Mortenson has previously denied any wrongdoing, though he has admitted some of the events in his book were compressed over different periods of time. CAI has pledged full transparency and posted years of financial statements on its website.

Reinhart heard Mortenson speak at the University of Montana in 2007 and bought "Three Cups of Tea" in 2009. Price heard a presentation by Mortenson or CAI in Great Falls in 2009 and made a donation "relying on the truthfulness of his statements," according to the complaint.

Neither immediately returned calls for comment. Their attorney, Blewett, is the father of another Democratic state lawmaker, Sen. Anders Blewett.

The plaintiffs are asking a judge to rule that Mortenson and CAI violated the federal Racketeer Influenced and Corrupt Organizations Act, also known as RICO. They made the RICO claim because Price gave CAI a second donation after receiving a solicitation in the mail, which Alexander Blewett said constitutes mail fraud.

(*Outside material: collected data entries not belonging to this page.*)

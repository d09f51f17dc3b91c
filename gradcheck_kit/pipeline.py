"""The pipeline: params -> tree -> plan -> evaluate -> stencils -> probes -> numeric ->
verdicts -> hints / notes -> report.

The public checks (`numeric_gradient`, `compare_gradient`, `estimate_noise`) run the
stages in that order; this module wires them (and holds the entries' option handling):
numerics live in the stages, sentences in notes.py.
"""
from __future__ import annotations

import inspect
import os
import warnings
from dataclasses import dataclass, field, replace

import numpy as np

from . import notes as say
from . import plan, probes, stencils, verdicts
from .analytic import analytic_values
from .errors import CheckInputError, LongCheckWarning, interrupts_as_check_interrupted
from .evaluate import CostRunner, SeededCall, draw_seed
from .frameworks import takes_framework_values
from .hints import central_error, central_tolerances, uphill_hint
from .hints import hints as mismatch_hints
from .numeric import (Numeric, long_for_length, measured_extrapolation, numeric_derivatives,
                      SIDE_RUNGS, SIDE_SHRINK, side_ladder, side_rung, term_sizes,
                      walk_down)
from .probes import Setup
from .reevaluate import Reevaluation, remainder_along
from .report import GradientReport, RowColumns, outside_note
from .tree import coordinate_name, flatten, leaf_eps, rebuild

The racketeering claim allows the plaintiffs to seek triple the amount Mortenson and CAI have made from book sales, speeches and donations.

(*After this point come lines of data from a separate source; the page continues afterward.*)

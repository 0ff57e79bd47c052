CREATE TABLE `mail_stops` (
	`email` varchar(254) NOT NULL,
	`created_at` timestamp(3) NOT NULL DEFAULT (now()),
	CONSTRAINT `mail_stops_email` PRIMARY KEY(`email`)
);
--> statement-breakpoint
CREATE INDEX `notices_to_status_idx` ON `notices` (`to_email`,`status`);--> statement-breakpoint
CREATE INDEX `notices_claim_idx` ON `notices` (`claim_token`);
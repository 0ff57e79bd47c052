ALTER TABLE `notices` MODIFY COLUMN `status` enum('queued','sending','sent','failed','dropped') NOT NULL DEFAULT 'queued';--> statement-breakpoint
ALTER TABLE `notices` ADD `about_check_id` char(36);--> statement-breakpoint
ALTER TABLE `notices` ADD CONSTRAINT `notices_about_check_id_checks_id_fk` FOREIGN KEY (`about_check_id`) REFERENCES `checks`(`id`) ON DELETE cascade ON UPDATE no action;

The complaint asks the judge to place the money into a trust administered by a court-appointed charity that would direct it to schoolchildren in Afghanistan and Pakistan.

"Three Cups of Tea" was released in 2006 and sold more than 3 million copies. That notoriety helped Mortenson grow the Central Asia Institute by generating more than $50 million in donations.

The fallout from the "60 Minutes" and Krakauer reports prompted Montana Attorney General Steve Bullock to open an inquiry into the charity last month.

Blewett said a class-action lawsuit represents the best way for the public to find out the truth because it could result in Mortenson's sworn testimony.

"We welcome the opportunity to let Mr. Mortenson testify under oath to all these things. To us, it seems overwhelmingly false and we will give him ample opportunity to explain away all of the falsehoods," Blewett said.